Add to your ~/.zshrc or ~/.bashrc:

export OTEL_EXPORTER_OTLP_ENDPOINT="http://your-alloy-host:14318"
export OTEL_EXPORTER_OTLP_PROTOCOL="http/protobuf"
export OTEL_RESOURCE_ATTRIBUTES="team.id=sre,environment=experiment,user.name=maksym"
export OTEL_EXPORTER_OTLP_METRICS_ENDPOINT="http://your-mimir-host:9009/otlp/v1/metrics"

I use a separate metrics endpoint because I send traces through Alloy (forwarded to Tempo) but push metrics directly to Mimir’s OTLP ingestion. This sidesteps the metric renaming headache — Alloy’s Prometheus conversion turns pi_tokens_input into pi_tokens_input_total, and suddenly your dashboard queries don’t match. Pick one path and be consistent.

3. Verify

Start Pi, run a few prompts, then:

curl -s "http://your-mimir-host:9009/prometheus/api/v1/query?query=pi_prompts"

Data? You’re good.

Quick start with Jaeger

If you don’t have a Grafana stack and just want to see the traces:

docker run -d --name jaeger \
  -p 16686:16686 \
  -p 4318:4318 \
  jaegertracing/jaeger:2 \
  --set receivers.otlp.protocols.http.endpoint=0.0.0.0:4318

OTEL_EXPORTER_OTLP_ENDPOINT=http://localhost:4318 pi

open http://localhost:16686

Session spans, prompt spans, tool execution spans — the full tree shows up in Jaeger’s UI.

The dashboard

I built a Grafana dashboard and included the JSON in the repo. Grab pi-otel-telemetry.json and import it (Dashboards → Import → Upload JSON).

What’s on it:

  • Six stat cards up top: prompts, turns, tool calls, errors, input tokens, output tokens
  • Token consumption over time, broken down by model
  • Tool call distribution — which tools get used most, how long they take, where they fail
  • A performance table with avg and p95 latency per tool
  • Session duration percentiles
  • Recent sessions from Tempo with clickable trace IDs

Map your Prometheus datasource to Mimir and your Tempo datasource, and it works.

Using this with OpenClaw

This is where it got interesting for me. I run OpenClaw as my AI assistant, and it spawns Pi sessions via the ACP runtime.

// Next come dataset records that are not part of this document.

#include "solver/oxygen/case_run.hpp"

#include <fmt/format.h>

#include <algorithm>
#include <limits>

#include "solver/oxygen/cautions.hpp"

namespace oxystrat {
namespace {

// Heat, shear and cost at the solved point, with their cautions and notes.
void add_design_limits(const Case& c, CaseRun& run) {
  run.limits = design_limits(c, run.net, run.hydro, run.field ? &*run.field : nullptr);
  for (auto& w : limit_cautions(c, run.limits, run.max_biomass_kg_m3)) run.cautions.push_back(std::move(w));
  for (auto& n : limit_notes(c, run.limits)) run.notes.push_back(std::move(n));
}

}  // namespace

CaseRun run_case(const Case& c, const CaseRunOptions& opts, NewtonWorkspace* workspace, const StageReport& report) {
  const auto stage = [&report](const std::string& what) {
    if (report) report(what);
  };
  CaseRun run;
  stage(fmt::format("zone network, flow and gas paths on a {} x {} grid", c.grid.radial, c.grid.axial));
  run.net = build_zone_geometry(c);
  run.hydro = compute_hydrodynamics(c, run.net);
  run.routing = route_gas(c, run.net, run.hydro);
  if (run.hydro.gas_molar_flow_mol_s <= 0.0) {
    run.notes.push_back("no gas is sparged: hydrodynamics and mixing only; the oxygen field is not solved");
    run.cautions = cautions(c, run.hydro, nullptr);
    add_design_limits(c, run);
    return run;
  }
  const OxygenContext ctx{c, run.net, run.hydro, run.routing};
  if (workspace != nullptr) workspace->start_new_problem();
  stage(fmt::format("steady O2/CO2 field on {} zones", run.net.size()));
  run.field = solve_oxygen_field(ctx, -1.0, nullptr, workspace, opts.field_solve);

  if (opts.supportable_biomass && c.culture.q_o2_max_mol_kg_s > 0.0) {
    stage("the largest biomass every zone supports (a root search: one steady solve per step)");
    run.max_biomass_kg_m3 = max_supportable_biomass(ctx, *run.field, opts.biomass_rel_tol);
    run.biomass_searched = true;
  }
  if (opts.single_zone) {
    Case lumped = c;
    lumped.grid.radial = lumped.grid.axial = 1;
    const auto net1 = build_zone_geometry(lumped);
    const auto hydro1 = compute_hydrodynamics(lumped, net1);
    const auto routing1 = route_gas(lumped, net1, hydro1);
    const OxygenContext ctx1{lumped, net1, hydro1, routing1};
    run.single_zone = solve_oxygen_field(ctx1);
    if (opts.supportable_biomass && c.culture.q_o2_max_mol_kg_s > 0.0) {
      run.max_biomass_single_zone_kg_m3 = max_supportable_biomass(ctx1, *run.single_zone, opts.biomass_rel_tol);
    }
  }
  run.cautions = cautions(c, run.hydro, &*run.field);
  add_design_limits(c, run);
  return run;
}

HeightProfile height_profile(const ZoneNetwork& net, const std::vector<double>& field, const std::vector<bool>& include) {
  HeightProfile p;
  const int rows = net.rows();
  p.z.resize(rows);
  p.min.assign(rows, std::numeric_limits<double>::infinity());
  p.max.assign(rows, -std::numeric_limits<double>::infinity());
  p.mean.assign(rows, 0.0);
  std::vector<double> vol(rows, 0.0);
  for (int j = 0; j < rows; ++j) p.z[j] = 0.5 * (net.z_lines[j] + net.z_lines[j + 1]);
  for (int k = 0; k < net.size(); ++k) {
    if (!include.empty() && !include[k]) continue;
    const int j = net.row[k];
    p.min[j] = std::min(p.min[j], field[k]);
    p.max[j] = std::max(p.max[j], field[k]);
    p.mean[j] += field[k] * net.volume[k];
    vol[j] += net.volume[k];
  }
  const double nan = std::numeric_limits<double>::quiet_NaN();
  for (int j = 0; j < rows; ++j) {
    if (vol[j] > 0.0) {
      p.mean[j] /= vol[j];
    } else {  // no zone of this level counts
      p.mean[j] = p.min[j] = p.max[j] = nan;
    }
  }
  return p;
}

}  // namespace oxystrat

The extension loads automatically when Pi starts — doesn’t matter how it was launched.

Set the OTEL environment variables on the host running OpenClaw and every spawned Pi coding session gets instrumented. You can see how many sessions ran today, which ones burned the most tokens, which tools failed, and whether agents are getting stuck (session duration spikes).

Combine it with Claude Code telemetry and you have one Grafana dashboard covering all your AI coding agent activity. Both agents share the same OTEL pipeline, separated by service.name:

Agent Prometheus job label
Claude Code claude-code
Pi pi-coding-agent

Filter by job to see them individually, or remove the filter for everything.

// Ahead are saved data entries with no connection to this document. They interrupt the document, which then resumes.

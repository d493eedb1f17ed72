// What the turbulence does to cells: the Kolmogorov length and the stress of the smallest eddies
// in every zone, and, because a zone averages over its volume, the largest dissipation in each
// impeller's discharge from a published max/mean ratio (docs/method.md, section 17).
#pragma once

#include <vector>

#include "input/case.hpp"
#include "mesh/zone_network.hpp"
#include "solver/flow/hydrodynamics.hpp"

namespace oxystrat {

struct ImpellerShear {
  double epsilon_mean_w_kg = 0.0;  //!< its gassed power over the liquid of its domain [W/kg]
  double ratio = 0.0;              //!< eps_max / eps_mean used [-]
  double epsilon_max_w_kg = 0.0;   //!< largest dissipation in its discharge [W/kg]
  bool from_zones = false;         //!< the zones of its swept volume hold more than ratio x mean
  double kolmogorov_min_m = 0.0;   //!< Kolmogorov length at that maximum [m]
  double stress_max_pa = 0.0;      //!< stress of the smallest eddies there [Pa]
};

struct ShearField {
  std::vector<double> kolmogorov_m;  //!< per zone, at the zone-mean dissipation and apparent viscosity [m]
  std::vector<double> stress_pa;     //!< per zone, rho (eps nu)^(1/2) [Pa]
  std::vector<ImpellerShear> impellers;
  double epsilon_max_w_kg = 0.0;     //!< largest anywhere: impeller maxima and zones [W/kg]
  double kolmogorov_min_m = 0.0;     //!< smallest anywhere [m]
  double stress_max_pa = 0.0;        //!< largest anywhere [Pa]
  int worst_impeller = -1;           //!< impeller whose discharge holds the maximum; -1: a zone
  double zone_epsilon_max_w_kg = 0.0;  //!< largest zone-mean dissipation [W/kg]
};

ShearField shear_field(const Case& c, const ZoneNetwork& net, const Hydrodynamics& h);

}  // namespace oxystrat
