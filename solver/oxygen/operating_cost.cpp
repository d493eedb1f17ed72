#include "solver/oxygen/operating_cost.hpp"

#include <algorithm>

#include "input/units.hpp"
#include "physics/compression.hpp"
#include "physics/solubility.hpp"
#include "solver/oxygen/heat_balance.hpp"
#include "physics/constants.hpp"

namespace oxystrat {

OperatingCost operating_cost(const Case& c, double power_gassed_w, double inlet_gas_mol_s, double otr_mol_s) {
  OperatingCost k;
  const auto& u = c.utilities;
  const double a = physics::air_o2_fraction, y = c.operation.oxygen_fraction;
  // A share s of pure O2 in air gives y = s + (1 - s) a, so s = (y - a) / (1 - a).
  const double o2_share = y > a + air_fraction_tolerance ? std::min(1.0, (y - a) / (1.0 - a)) : 0.0;
  k.oxygen_purchased_mol_s = inlet_gas_mol_s * o2_share;
  k.air_mol_s = inlet_gas_mol_s - k.oxygen_purchased_mol_s;
  k.supply_pressure_pa = sparger_pressure_pa(c) + u.supply_pressure_drop_pa;
  const double p1 = units::standard_atmosphere_pa;
  const double q1 = k.air_mol_s * kR * u.ambient_temperature_k / p1;  // at the compressor inlet
  k.compressor_isothermal_w = physics::isothermal_compression_power(p1, q1, k.supply_pressure_pa);
  k.compressor_adiabatic_w = physics::adiabatic_compression_power(p1, q1, k.supply_pressure_pa);
  k.compressor_w = k.compressor_adiabatic_w / u.compressor_efficiency;
  k.agitator_w = power_gassed_w / u.drive_efficiency;
  k.total_power_w = k.agitator_w + k.compressor_w;
  const auto& p = c.prices;
  if (!p.given) return k;
  k.electricity_per_h = k.total_power_w * 3600.0 * p.electricity_per_j;
  k.oxygen_per_h = k.oxygen_purchased_mol_s * physics::molar_mass_o2 * 3600.0 * p.oxygen_per_kg.value_or(0.0);
  k.total_per_h = *k.electricity_per_h + *k.oxygen_per_h;
  const double o2_kg_h = otr_mol_s * physics::molar_mass_o2 * 3600.0;
  if (o2_kg_h > 0.0) k.per_kg_o2 = *k.total_per_h / o2_kg_h;
  return k;
}

}  // namespace oxystrat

Things I learned building this

Alloy renames your metrics. OTEL’s service.name resource attribute becomes a Prometheus job label after conversion. Dashboard queries using service_name won’t find anything. Took me longer than I’d like to admit to figure out why my panels were empty.

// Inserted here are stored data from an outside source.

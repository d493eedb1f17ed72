#include "solver/oxygen/limit_values.hpp"

#include "physics/solubility.hpp"

namespace oxystrat {

void append_limit_values(const Case& c, const CaseRun& run, std::vector<SummaryValue>& out) {
  const auto& q = run.limits.heat;
  const auto& s = run.limits.shear;
  const auto& k = run.limits.cost;
  const auto add = [&](const char* name, double si, const char* si_unit, const char* shown, const char* label) {
    out.push_back(summary_entry(name, si, si_unit, shown, label));
  };
  add("heat_metabolic", q.metabolic_w, "W", "kW", "heat from metabolism");
  add("heat_agitation", q.agitation_w, "W", "kW", "heat from agitation");
  add("heat_gas_expansion", q.gas_expansion_w, "W", "kW", "heat from gas expansion");
  add("heat_gas", q.heat_gas_w(), "W", "kW", "heat carried off by the gas");
  add("cooling_required", q.required_w, "W", "kW", "cooling duty required");
  if (q.available_w) add("cooling_available", *q.available_w, "W", "kW", "cooling available");
  if (q.margin) add("cooling_margin", *q.margin, "1", "%", "cooling margin");
  if (q.max_our_mol_m3_s) add("max_our_heat", *q.max_our_mol_m3_s, "mol/(m3 s)", "mmol/(L h)", "max OUR (cooling)");
  if (q.max_biomass_kg_m3) add("max_biomass_heat", *q.max_biomass_kg_m3, "kg/m3", "g/L", "max biomass (cooling)");
  add("dissipation_max", s.epsilon_max_w_kg, "W/kg", "W/kg", "max dissipation (impeller discharge)");
  add("kolmogorov_length_min", s.kolmogorov_min_m, "m", "um", "smallest Kolmogorov length");
  add("turbulent_stress_max", s.stress_max_pa, "Pa", "Pa", "max Kolmogorov-eddy stress");
  add("compressor_power", k.compressor_w, "W", "kW", "compressor power (drawn)");
  add("agitator_power", k.agitator_w, "W", "kW", "agitator power (drawn)");
  add("total_power", k.total_power_w, "W", "kW", "agitator + compressor (drawn)");
  add("oxygen_purchased", k.oxygen_purchased_mol_s * physics::molar_mass_o2, "kg/s", "kg/h", "pure O2 bought");
  if (k.total_per_h) {
    // A currency is not converted: per hour, as /summary/operating_cost.
    const std::string per_h = c.prices.currency + "/h", per_kg = c.prices.currency + "/kg";
    out.push_back({"operating_cost", per_h, *k.total_per_h, "operating cost", per_h, 1.0});
    if (k.per_kg_o2) out.push_back({"cost_per_kg_o2", per_kg, *k.per_kg_o2, "cost per kg O2 transferred", per_kg, 1.0});
  }
}

std::vector<std::string> limit_value_names(const Case& c) {
  std::vector<std::string> names{"heat_metabolic", "heat_agitation", "heat_gas_expansion", "heat_gas",
                                 "cooling_required"};
  if (c.cooling.given) names.insert(names.end(), {"cooling_available", "cooling_margin", "max_our_heat"});
  if (c.cooling.given && c.culture.q_o2_max_mol_kg_s > 0.0) names.push_back("max_biomass_heat");
  names.insert(names.end(), {"dissipation_max", "kolmogorov_length_min", "turbulent_stress_max", "compressor_power",
                             "agitator_power", "total_power", "oxygen_purchased"});
  if (c.prices.given) names.insert(names.end(), {"operating_cost", "cost_per_kg_o2"});
  return names;
}

}  // namespace oxystrat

The global trace provider is a singleton. Pi has a /reload command for extensions. But traceProvider.register() sets the global OTEL provider once per process. Reload the extension and the new provider can’t register — spans vanish silently. The fix: call traceProvider.getTracer() on the provider instance instead of trace.getTracer() from the global API.

npm publishing is fiddly. You need a granular access token with “bypass 2FA” enabled. Legacy tokens don’t work. The --otp flag doesn’t work. I spent 20 minutes on this before finding it buried in npm’s docs.

The code

Open source, MIT licensed.

GitHub: mprokopov/pi-otel-telemetry

npm: pi-otel-telemetry

If you’re running Pi and want visibility into what it’s doing, this gets you there in about five minutes. If you’re already monitoring Claude Code with OTEL, adding Pi to the same pipeline is just one pi install away.